The emphasis of the Desert Fathers was on living and practicing the teachings of Christ, much more than mere theoretical knowledge. Their efforts to live the commandments were not seen as being easy — many of the stories from that time recount the struggle to overcome negative emotions such as anger and judgment of others. Helping a brother monk who was ill or struggling was seen as taking priority over any other consideration. Hermits were frequently seen to break a long fast when hosting visitors, as hospitality and kindness were more important than keeping the ascetic practices that were so dominant in the Desert Fathers' lives.[12]

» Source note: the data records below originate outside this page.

/**
 * Jansen total-effect shares of every stage's and the converter's variables for the signed
 * chain error at the point of largest variance, as for a stage (`run.ts`).
 */
function chainVarianceShares(cm: ChainYieldModel, seed: number, sums: {rows: number; calibrated: boolean; sum: Float64Array; sum2: Float64Array}): {
  variance: {variable: string; share: number}[]
  at: ChainYieldResult['varianceAt']
  rows: number
} {
  const rows = sums.rows
  const vars: {name: string; vals: Float64Array; valsB: Float64Array; slot: number}[] = []
  for (const st of cm.stages) for (const v of st.m.variables) vars.push({name: `${st.id}/${v.name}`, vals: st.vals, valsB: st.valsB, slot: v.slot})
  const a = cm.adc
  if (a !== null) CONVERTER_KEYS.forEach((key, j) => {
    if (a.scale[j] > 0) vars.push({name: `${a.name}/${key}`, vals: a.vals, valsB: a.valsB, slot: j})
  })
  if (rows < 2 || vars.length === 0) return {variance: [], at: null, rows: 0}
  const {p, ti} = largestVariancePoint(sums, cm.points.length)
  const sk = seedKey(seed)
  const fA = new Float64Array(rows)
  const fAB = vars.map(() => new Float64Array(rows))
  for (let j = 0; j < rows; j++) {
    const key = trialKey(sk, j)
    drawChainTrial(cm, key)
    drawChainTrial(cm, key, STREAM_B)
    fA[j] = chainPointError(cm, p, ti, sums.calibrated)
    for (let i = 0; i < vars.length; i++) {
      const v = vars[i]
      const keep = v.vals[v.slot]
      v.vals[v.slot] = v.valsB[v.slot]
      fAB[i][j] = chainPointError(cm, p, ti, sums.calibrated)
      v.vals[v.slot] = keep
    }
  }
  const variance = rankedShares(vars.map((v) => v.name), jansenTotalEffects(fA, fAB))
  const q = cm.points[p]
  return {variance, at: {input: q.x, inputCm: cm.differential ? q.cm : null, temperature: cm.temperatures[ti]}, rows}
}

Hesychasm (from the Greek for "stillness, rest, quiet, silence")[13] is a mystical tradition and movement that originated with the Desert Fathers and was central to their practice of prayer.[14][15][16] Hesychasm for the Desert Fathers was primarily the practice of "interior silence and continual prayer". It didn't become a formal movement of specific practices until the fourteenth century Byzantine meditative prayer techniques, when it was more closely identified with the Prayer of the Heart, or "Jesus Prayer".[17][18] That prayer's origin is also traced back to the Desert Fathers — the Prayer of the Heart was found inscribed in the ruins of a cell from that period in the Egyptian desert.[19] The earliest written reference to the practice of the Prayer of the Heart may be in a text from the Philokalia by Abba Philimon, a Desert Father.[20] Hesychast prayer was traditionally practiced in silence and with eyes closed — not as "a form of discursive meditation on different incidents in the life of Christ."[21]
The words hesychast and hesychia were frequently used in 4th and 5th century writings of Desert Fathers such as Macarius of Egypt, Evagrius Ponticus, and Gregory of Nyssa.[22] The title hesychast was used in early times synonymously with "hermit", as compared to a cenobite who lived in community.[18] Hesychasm can refer to inner or outer stillness, though in The Sayings of the Desert Fathers it referred to inner tranquility.[23]

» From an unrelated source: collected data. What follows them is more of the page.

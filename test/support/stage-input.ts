/**
 * One builder of complete `StageInput`s for the tests (no note parsing), with named presets;
 * each preset is a whole stage, and a test overrides only what it is about. All values are
 * invented for tests.
 */
import {ARCHETYPES} from '../../src/engine/archetypes.js'
import type {OpampParams, Resistor, StageInput} from '../../src/engine/types.js'

/** A resistor with optional tolerance (fraction) and tempco (1/K). */
export const res = (value: number, tolerance = 0, tempco = 0): Resistor => ({value, tolerance, tempco})

/** dB → V/V. */
export const fromDb = (x: number): number => 10 ** (x / 20)

/** An invented bipolar op-amp; values typical of nothing in particular. */
export function testOpamp(overrides: Partial<OpampParams> = {}): OpampParams {
  return {
    name: 'test-amp', archetype: false, inputType: 'bipolar',
    vos: 75e-6, vosDrift: 0.8e-6, ib: 3e-9, ios: 1.5e-9, ibMax: null, iosMax: null, ibDoubling: null,
    en: 9e-9, enCorner: 5, in: 0.3e-12, inCorner: 50, gbw: 2e6, aol: fromDb(120), pmUnity: 60,
    cmrr: fromDb(110), psrr: fromDb(105), vcmRef: null, cinDiff: 3e-12, cinCm: 5e-12, slew: 1e6, swingHeadroom: 1.3,
    swingHeadroomNeg: null, swingHeadroomPos: null, cmHeadroom: null, cmHeadroomNeg: null, cmHeadroomPos: null, ioutMax: null, rout: null,
    ...overrides
  }
}

/** The fields every preset starts from: no optional element, no requirement. */
const BLANK: Omit<StageInput, 'opamp' | 'rf' | 'rg' | 'rs' | 'input' | 'supply' | 'temperature' | 'band'> = {
  id: 'test-stage', title: 'Test stage', topology: 'noninverting',
  rcomp: null, ccomp: 0, cf: 0, cstray: 2e-12, rshunt: null, csource: 0, idark: 0, idarkMax: null, idarkDoubling: 10, vref: 0,
  rp: null, rref: null, r1: null, r2: null, r3: null, c1: null, c2: null,
  riso: null, cload: 0, cstrayPlus: 0, inputCm: [0, 0], ina: null,
  supplyTolerance: 0.05, noiseTemperature: 25, signalFrequency: null, rload: null, calibration: 'none', require: {}
}

/** The named stages (functions, so that every call gets fresh objects). */
export const STAGE_PRESETS = {
  /** Engine tests: noninverting G = 21 (20 kΩ / 1 kΩ, 500 Ω source) on the invented op-amp, ±12 V, −20 … 70 °C, 0.1 Hz … 1 kHz. */
  engine: (): StageInput => ({
    ...BLANK, opamp: testOpamp(), rf: res(20e3, 0.001, 25e-6), rg: res(1e3, 0.001, 25e-6), rs: res(500),
    input: [-0.05, 0.05], supply: [-12, 12], temperature: [-20, 70], band: [0.1, 1e3]
  }),
  /** Rule tests: noninverting G = 11 (10 kΩ / 1 kΩ) on the precision-bipolar archetype, ±15 V, 25 °C, 0.1 … 100 Hz. */
  rules: (): StageInput => ({
    ...BLANK, opamp: {...ARCHETYPES['precision-bipolar']}, rf: res(10e3, 0.001, 25e-6), rg: res(1e3, 0.001, 25e-6), rs: null,
    input: [-0.1, 0.1], supply: [-15, 15], temperature: [25, 25], band: [0.1, 100]
  })
} as const

export type StagePreset = keyof typeof STAGE_PRESETS

/** A complete stage: the preset with `overrides` applied. */
export const stageFrom = (preset: StagePreset, overrides: Partial<StageInput> = {}): StageInput =>
  ({...STAGE_PRESETS[preset](), ...overrides})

The lives of the desert fathers that were organized into communities included frequent recitation of the scriptures — during the week they chanted psalms while performing manual labor and during the weekends they held liturgies and group services. The monk's experience in the cell occurred in a variety of ways, including meditation on scripture.[24][25] Group practices were more prominent in the organized communities formed by Pachomius.[6] The purpose of these practices were explained by John Cassian, a Desert Father, who described the goal of psalmody (the outward recitation of scripture) and asceticism as the ascent to deep mystical prayer and mystical contemplation.[23]

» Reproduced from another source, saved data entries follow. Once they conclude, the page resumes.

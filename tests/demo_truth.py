"""The demo's truth beside what `monitor` estimates from the demo's records (a table for people to read).

The demo (demo_programme/generate.py, truth in demo_programme/truth.json) builds in, for each
species, a steady annual change and one good-or-bad-year draw a year shared by all its stations
(SD 0.15 on the link scale).  A programme can only see the built-in change plus the slope of the
twelve drawn year effects ("built-in + drawn years" below), so both truths are shown.  The
estimate is the annual change of `monitor trend` on the demo database (full maximum likelihood,
year effect on, t reference on the years), with its 95 % interval and call; z is the estimate's
distance from the built-in slope in its own standard errors (tests/test_demo.py holds |z| < 3).

    python tests/demo_truth.py                 # builds the demo in a temporary folder
    python tests/demo_truth.py --db demo.sqlite
"""

from __future__ import annotations

import argparse
import json
import math
import sys
import tempfile
from pathlib import Path

import numpy as np

ROOT = Path(__file__).resolve().parents[1]
sys.path.insert(0, str(ROOT))

SCALE = {"count": "mean count", "cover": "odds of cover", "frequency": "odds of a cell",
         "pin_hits": "odds of a pin hit", "presence": "odds of presence"}


def realised_slope(entry: dict) -> float:
    """Built-in log(1 + change) plus the least-squares slope of the drawn year effects (link scale)."""
    years = np.array(sorted(int(y) for y in entry["year_effects"]), float)
    draws = np.array([entry["year_effects"][str(int(y))] for y in years])
    return math.log1p(entry["annual_change"]) + float(np.polyfit(years - years.mean(), draws, 1)[0])


def rows(db: str, truth: dict) -> list[dict]:
    """One row per species of the programme's overall trend: truth, estimate, interval, call, z."""
    from monitor.services import trend

    out = []
    for t in trend.fit_programme(db, save=False):
        if t.area_kind != "all" or t.species not in truth:
            continue
        entry = truth[t.species]
        r = t.result
        built_in = math.log1p(entry["annual_change"])
        out.append({"species": t.species, "measure": t.measure, "scale": SCALE.get(t.measure, t.measure),
                    "built_in": entry["annual_change"], "realised": math.expm1(realised_slope(entry)),
                    "estimate": r.annual_change.estimate, "lower": r.annual_change.lower,
                    "upper": r.annual_change.upper, "call": r.call, "year_sd_true": entry["year_sd"],
                    "year_sd_fitted": r.random_sd.get("year", float("nan")),
                    "z": (r.slope - built_in) / r.slope_se})
    return out


def markdown(table: list[dict]) -> str:
    pct = lambda v: f"{100 * v:+.1f} %"  # noqa: E731
    lines = ["| species | annual change of | built in | built in + drawn years | estimate (95 % interval) "
             "| call | year SD true / fitted | z |", "|---|---|---:|---:|---|---|---:|---:|"]
    for r in table:
        lines.append(f"| {r['species']} | {r['scale']} | {pct(r['built_in'])} | {pct(r['realised'])} | "
                     f"{pct(r['estimate'])} ({pct(r['lower'])} to {pct(r['upper'])}) | {r['call']} | "
                     f"{r['year_sd_true']:.2f} / {r['year_sd_fitted']:.2f} | {r['z']:+.2f} |")
    return "\n".join(lines)


def main(argv=None) -> int:
    p = argparse.ArgumentParser(description=__doc__.splitlines()[0])
    p.add_argument("--db", help="a built demo database (default: build one in a temporary folder)")
    a = p.parse_args(argv)
    truth = json.loads((ROOT / "demo_programme" / "truth.json").read_text(encoding="utf-8"))
    if a.db:
        print(markdown(rows(a.db, truth)))
        return 0
    from monitor.services import demo

    with tempfile.TemporaryDirectory() as tmp:
        run = demo.build_programme(Path(tmp) / "demo")
        print(markdown(rows(str(run.database), truth)))
    return 0


if __name__ == "__main__":
    raise SystemExit(main())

The legalization of Christianity by the Roman Empire in 313 actually gave Anthony a greater resolve to go out into the desert. Anthony, who was nostalgic for the tradition of martyrdom, saw withdrawal and asceticism as an alternative. When members of the Church began finding ways to work with the Roman state, the Desert Fathers saw that as a compromise between "the things of God and the things of Caesar." The monastic communities were essentially an alternate Christian society.[4] The hermits doubted that religion and politics could ever produce a truly Christian society. For them, the only Christian society was spiritual and not mundane.[26]